*** Opening of Material shown ***
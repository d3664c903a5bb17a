// Bench: alert rule evaluation in the ingest path. Committed batches of in-band readings from
// every seeded tank go through the alert runner (every seeded rule enabled: lib/alerts
// evaluation, the hold lookup and the engine state persisted per batch) on a seeded database
// of its own; the figure is readings evaluated per second of wall time.
import type { BenchSection, Metric } from "./metric";
import { createSeededDatabase } from "../../tests/integration/helpers/database";
import { PackedReadingsBuilder } from "../../ingest/packed-readings";

const BATCH_STEPS = 20; // timestamps per batch: a 1 s flush of 20 Hz per probe, roughly

export async function benchAlerts(opts: { seconds?: number } = {}): Promise<Metric[]> {
  const seconds = opts.seconds ?? 10;
  const db = await createSeededDatabase({ label: "bench-alerts" });
  process.env.DATABASE_URL = db.url;
  const { getDb, getClient } = await import("../../db/client");
  const { createAlertRunner } = await import("../../ingest/alerts/runner");
  try {
    const rows = await getClient().execute(
      "SELECT p.id, p.kind, p.tank_id, s.org_id, t.ph_min, t.ph_max, t.ec_min_us, t.ec_max_us, t.temp_min, t.temp_max FROM probes p JOIN tanks t ON t.id = p.tank_id JOIN sites s ON s.id = t.site_id WHERE p.status != 'retired'",
    );
    const probes = rows.rows.map((r) => {
      const kind = String(r.kind) as "ph" | "ec" | "temp";
      const [lo, hi] = kind === "ph" ? [r.ph_min, r.ph_max] : kind === "ec" ? [r.ec_min_us, r.ec_max_us] : [r.temp_min, r.temp_max];
      return { id: Number(r.id), kind, tankId: Number(r.tank_id), orgId: Number(r.org_id), mid: (Number(lo) + Number(hi)) / 2, span: Number(hi) - Number(lo) };
    });
    const runner = createAlertRunner({ db: getDb(), publish: async () => undefined, log: () => undefined });
    let ts = db.seedNow + 60_000;
    // Packed, as the ingest hands its batches to the rules.
    const batch = () => {
      const out = new PackedReadingsBuilder();
      for (let s = 0; s < BATCH_STEPS; s++, ts += 1000) {
        for (const p of probes) {
          const wobble = Math.sin(ts / 300_000 + p.id) * 0.05;
          const value = p.mid + wobble * p.span;
          out.push(p.orgId, p.tankId, p.id, p.kind, ts, p.kind === "ph" ? (7 - value) * 59 + wobble * 10 : value + wobble * 5, value, "ok", null);
        }
      }
      return out.take();
    };
    await runner.onReadings(batch()); // warm up: context, states
    let n = 0;
    const started = performance.now();
    while (performance.now() - started < seconds * 1000) {
      const b = batch();
      await runner.onReadings(b);
      n += b.length;
    }
    const elapsed = (performance.now() - started) / 1000;
    return [{ metric: "alert_eval_readings_per_s", value: Math.round(n / elapsed), unit: "readings/s" }];
  } finally {
    getClient().close();
    db.remove();
  }
}

export const alertsSection: BenchSection = {
  name: "alerts",
  metrics: { alert_eval_readings_per_s: "readings/s" },
  async *run({ seconds }) {
    yield* await benchAlerts({ seconds });
  },
};
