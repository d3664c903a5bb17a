// npm run bench: prints one JSON object per line, {"metric","value","unit"}. Each section is a
// module of its own (scripts/bench/<section>.ts) listed in SECTIONS: ingest, live (stream,
// series and held SSE clients), alerts. Progress goes to stderr, so stdout stays
// machine-readable. A section that fails still prints its metrics (value null), the others run,
// and the exit code is 1.
//   --only NAME[,NAME]      run only these sections
//   --seconds N             measuring window per section (default 10)
//   --sse-hold-seconds N    how long the live section holds its SSE clients (default 60)
//   --sse-clients N         how many SSE clients it holds (default 1000)
//   --broker mosquitto      the ingest section publishes through Debian's Mosquitto, not the embedded broker
import { parseArgs } from "node:util";
import os from "node:os";
import { z } from "zod";
import { alertsSection } from "./alerts";
import { ingestSection } from "./ingest";
import { liveSection } from "./live";
import { printMetric, type BenchSection } from "./metric";
import { provideTestSecrets } from "../../tests/integration/helpers/secrets";

// The bench starts its own broker, ingest and web with secrets generated for this run.
provideTestSecrets();

const SECTIONS: BenchSection[] = [ingestSection, liveSection, alertsSection];

const { values } = parseArgs({
  options: { only: { type: "string" }, seconds: { type: "string" }, "sse-hold-seconds": { type: "string" }, "sse-clients": { type: "string" }, broker: { type: "string" } },
  strict: true,
});
const seconds = z.coerce.number().positive().default(10).parse(values.seconds);
const sseHoldSeconds = z.coerce.number().positive().default(60).parse(values["sse-hold-seconds"]);
const sseClients = z.coerce.number().int().positive().default(1000).parse(values["sse-clients"]);
const brokerKind = z.enum(["embedded", "mosquitto"]).default("embedded").parse(values.broker);
const only = values.only?.split(",").map((s) => s.trim());
const chosen = only ? SECTIONS.filter((s) => only.includes(s.name)) : SECTIONS;
if (chosen.length === 0) throw new Error(`no bench section named ${values.only}; have ${SECTIONS.map((s) => s.name).join(", ")}`);

let failed = false;
for (const section of chosen) {
  const log = (line: string) => process.stderr.write(`[bench:${section.name}] ${line}\n`);
  log(`starting (load average ${os.loadavg().map((l) => l.toFixed(2)).join(", ")}, ${os.cpus().length} cores)`);
  const printed = new Set<string>();
  try {
    for await (const metric of section.run({ seconds, sseHoldSeconds, sseClients, brokerKind, log })) {
      printMetric(metric);
      printed.add(metric.metric);
    }
  } catch (err) {
    failed = true;
    log(`failed: ${err instanceof Error ? (err.stack ?? err.message) : String(err)}`);
  }
  for (const [metric, unit] of Object.entries(section.metrics)) if (!printed.has(metric)) printMetric({ metric, value: null, unit });
}
process.exit(failed ? 1 : 0);
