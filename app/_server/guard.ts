// The one pattern every route handler and server action follows:
// check the session, check the role, parse the input with zod, run, return a typed result.
import { z } from "zod";
import type { Role } from "@/db/schema";
import { MAX_JSON_BODY_BYTES, readBodyCapped } from "./body-limit";
import { ApiError, errorAnswer, forbidden, unauthorized, validationError, type ApiErrorBody } from "./errors";
import { currentUser, type SessionUser } from "./session";

export { ALL_ROLES, CAN_CHANGE, OWNER_ONLY } from "./roles";

type Schema = z.ZodType;
type Out<S> = S extends z.ZodType ? z.output<S> : undefined;

interface RouteSpec<P, Q, B> {
  roles: readonly Role[];
  /** Shown in the 403 message: "Your role cannot {action}." */
  action?: string;
  params?: P;
  query?: Q;
  body?: B;
  /** Cap on the JSON body (default MAX_JSON_BODY_BYTES). */
  maxBodyBytes?: number;
  /** What a state-changing request may carry (default JSON). */
  accepts?: "json" | "multipart";
  status?: number;
}

export interface RouteContext<P, Q, B> {
  user: SessionUser;
  params: Out<P>;
  query: Out<Q>;
  body: Out<B>;
  req: Request;
}

type NextContext = { params: Promise<Record<string, string | string[] | undefined>> };

export function errorResponse(err: unknown): Response {
  const { status, body } = errorAnswer(err);
  return Response.json(body, { status });
}

async function authorise(roles: readonly Role[], action?: string): Promise<SessionUser> {
  const user = await currentUser();
  if (!user) throw unauthorized();
  if (!roles.includes(user.role)) throw forbidden(action);
  return user;
}

function parse<S extends Schema | undefined>(schema: S, value: unknown, where: string): Out<S> {
  if (!schema) return undefined as Out<S>;
  const result = schema.safeParse(value);
  if (!result.success) throw validationError(result.error, where);
  return result.data as Out<S>;
}

const STATE_CHANGING = new Set(["POST", "PUT", "PATCH", "DELETE"]);

const hasBody = (req: Request) => Number(req.headers.get("content-length") ?? 0) > 0 || req.headers.has("transfer-encoding");

function isJson(req: Request): boolean {
  const type = req.headers.get("content-type")?.split(";")[0].trim().toLowerCase();
  return type === "application/json";
}

/**
 * Requests that change something must come from our own pages, or from a client that sends no
 * Origin (which no browser does for these). With checkBodyType below, a form or text/plain body
 * that another site's page can make a browser send without asking is refused unread.
 */
function checkRequestOrigin(req: Request): void {
  if (!STATE_CHANGING.has(req.method)) return;
  const origin = req.headers.get("origin");
  if (origin !== null) {
    const host = req.headers.get("x-forwarded-host") ?? req.headers.get("host") ?? new URL(req.url).host;
    let originHost: string | null = null;
    try {
      originHost = new URL(origin).host;
    } catch {
      originHost = null;
    }
    if (originHost !== host) throw new ApiError(403, "cross_origin", "This request came from another site's page; Tidewell accepts changes only from its own pages.");
  }
  if (req.headers.get("sec-fetch-site") === "cross-site") throw new ApiError(403, "cross_origin", "This request came from another site's page; Tidewell accepts changes only from its own pages.");
}

/** After the session and role checks: a state-changing body must be of the kind the route reads. */
function checkBodyType(req: Request, accepts: "json" | "multipart"): void {
  if (!STATE_CHANGING.has(req.method) || !hasBody(req)) return;
  const type = req.headers.get("content-type")?.split(";")[0].trim().toLowerCase();
  if (accepts === "multipart" ? type !== "multipart/form-data" : !isJson(req)) {
    throw new ApiError(415, "unsupported_media_type", accepts === "multipart" ? "Send the file as multipart/form-data." : "Send the request body as JSON with Content-Type: application/json.");
  }
}

async function readJson(req: Request, maxBytes = MAX_JSON_BODY_BYTES): Promise<unknown> {
  if (hasBody(req) && !isJson(req)) throw new ApiError(415, "unsupported_media_type", "Send the request body as JSON with Content-Type: application/json.");
  const text = new TextDecoder().decode(await readBodyCapped(req, maxBytes));
  if (!text) return {};
  try {
    return JSON.parse(text);
  } catch {
    throw new ApiError(400, "invalid_json", "The request body is not valid JSON.");
  }
}

/**
 * Reads and validates a JSON body inside a handler. Routes on one record use it after looking the
 * record up in the caller's organisation, so another farm's ids answer 404 whatever the body says.
 */
export async function parseBody<S extends Schema>(req: Request, schema: S, maxBytes = MAX_JSON_BODY_BYTES): Promise<z.output<S>> {
  return parse(schema, await readJson(req, maxBytes), "request body") as z.output<S>;
}

/** Wraps a route handler: session, role, zod-parsed params/query/body, JSON result. */
export function guarded<P extends Schema | undefined = undefined, Q extends Schema | undefined = undefined, B extends Schema | undefined = undefined>(
  spec: RouteSpec<P, Q, B>,
  run: (ctx: RouteContext<P, Q, B>) => Promise<unknown>,
) {
  return async (req: Request, context: NextContext): Promise<Response> => {
    try {
      checkRequestOrigin(req);
      const user = await authorise(spec.roles, spec.action);
      checkBodyType(req, spec.accepts ?? "json");
      const params = parse(spec.params, await context.params, "address") as Out<P>;
      const query = parse(spec.query, Object.fromEntries(new URL(req.url).searchParams), "query") as Out<Q>;
      const body = parse(spec.body, spec.body ? await readJson(req, spec.maxBodyBytes) : undefined, "request body") as Out<B>;
      const result = await run({ user, params, query, body, req });
      if (result instanceof Response) return result;
      return Response.json(result ?? { ok: true }, { status: spec.status ?? 200 });
    } catch (err) {
      return errorResponse(err);
    }
  };
}

export type ActionResult<T> = { ok: true; data: T } | { ok: false; error: ApiErrorBody["error"] & { status: number } };

/** Wraps a server action with the same checks; returns a result instead of throwing. */
export function guardedAction<S extends Schema, T>(
  spec: { roles: readonly Role[]; action?: string; input: S },
  run: (input: z.output<S>, user: SessionUser) => Promise<T>,
) {
  return async (raw: z.input<S>): Promise<ActionResult<T>> => {
    try {
      const user = await authorise(spec.roles, spec.action);
      const input = parse(spec.input, raw, "form") as z.output<S>;
      return { ok: true, data: await run(input, user) };
    } catch (err) {
      if (err instanceof ApiError) return { ok: false, error: { ...err.body().error, status: err.status } };
      console.error("[action] unexpected error", err);
      return { ok: false, error: { code: "internal", message: "Something went wrong on the server; nothing was changed.", status: 500 } };
    }
  };
}

export const idParam = z.object({ id: z.coerce.number().int().positive() });
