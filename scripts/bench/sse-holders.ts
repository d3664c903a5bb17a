// A child process of the bench's live section: opens N server-sent-event streams with the given
// cookie and holds them, reading (and discarding) what arrives, so the clients' own work never
// competes with the bench process that times the readings. Each stream is a plain TCP socket
// that sends the GET and checks the status line, then reads into one shared buffer: the holders
// cost this 2-core machine as little as a load generator can (no HTTP parser, no allocation per
// read), leaving the cores to the processes measured. Prints "open N" once they are all answered
// 200, and on SIGTERM "alive N": the streams still open that received bytes in the last HEARD_WITHIN_MS.
//   tsx scripts/bench/sse-holders.ts BASE_URL COUNT HEARD_WITHIN_MS   (cookie in SSE_COOKIE)
import net from "node:net";

const [baseURL, countArg, heardArg] = process.argv.slice(2);
const count = Number(countArg);
const heardWithinMs = Number(heardArg);
const url = new URL("/api/stream", baseURL);
const request = Buffer.from(`GET ${url.pathname} HTTP/1.1\r\nHost: ${url.host}\r\nAccept: text/event-stream\r\nCookie: ${process.env.SSE_COOKIE ?? ""}\r\n\r\n`);
const readBuffer = Buffer.alloc(64 * 1024);
const streams: { open: boolean; lastHeardAt: number; socket: net.Socket }[] = [];

function openOne(): Promise<void> {
  return new Promise((resolve, reject) => {
    const state = { open: true, lastHeardAt: Date.now(), socket: null as unknown as net.Socket };
    let answered = false;
    state.socket = net.connect({
      host: url.hostname,
      port: Number(url.port),
      onread: {
        buffer: readBuffer,
        callback: (bytes) => {
          state.lastHeardAt = Date.now();
          if (answered) return true;
          answered = true;
          const status = readBuffer.toString("latin1", 0, Math.min(bytes, 64)).split("\r\n")[0];
          if (!/^HTTP\/1\.1 200 /.test(status)) {
            reject(new Error(`stream answered ${status}`));
            state.socket.destroy();
            return false;
          }
          streams.push(state);
          resolve();
          return true;
        },
      },
    });
    state.socket.on("connect", () => state.socket.write(request));
    state.socket.on("close", () => (state.open = false));
    state.socket.on("error", (err) => {
      state.open = false;
      if (!answered) reject(err);
    });
  });
}

for (let i = 0; i < count; i += 50) await Promise.all(Array.from({ length: Math.min(50, count - i) }, openOne));
process.stdout.write(`open ${streams.length}\n`);

const finish = () => {
  const since = Date.now() - heardWithinMs;
  process.stdout.write(`alive ${streams.filter((s) => s.open && s.lastHeardAt >= since).length}\n`);
  for (const s of streams) s.socket.destroy();
  process.exit(0);
};
process.on("SIGTERM", finish);
// Only SIGTERM ends the hold. (Its stdin is /dev/null when the bench spawns it, which ends at
// once: finishing on stdin's end closed every stream right after opening them.)
setInterval(() => undefined, 60_000);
*** Close of Material shown ***
Description of the task: Start with the line above that contains "module of its" and end with the line that contains "printMetric, type BenchSection". Write out those lines exactly, and only those.

Task response:
// module of its own (scripts/bench/<section>.ts) listed in SECTIONS: ingest, live (stream,
// series and held SSE clients), alerts. Progress goes to stderr, so stdout stays
// machine-readable. A section that fails still prints its metrics (value null), the others run,
// and the exit code is 1.
//   --only NAME[,NAME]      run only these sections
//   --seconds N             measuring window per section (default 10)
//   --sse-hold-seconds N    how long the live section holds its SSE clients (default 60)
//   --sse-clients N         how many SSE clients it holds (default 1000)
//   --broker mosquitto      the ingest section publishes through Debian's Mosquitto, not the embedded broker
import { parseArgs } from "node:util";
import os from "node:os";
import { z } from "zod";
import { alertsSection } from "./alerts";
import { ingestSection } from "./ingest";
import { liveSection } from "./live";
import { printMetric, type BenchSection } from "./metric";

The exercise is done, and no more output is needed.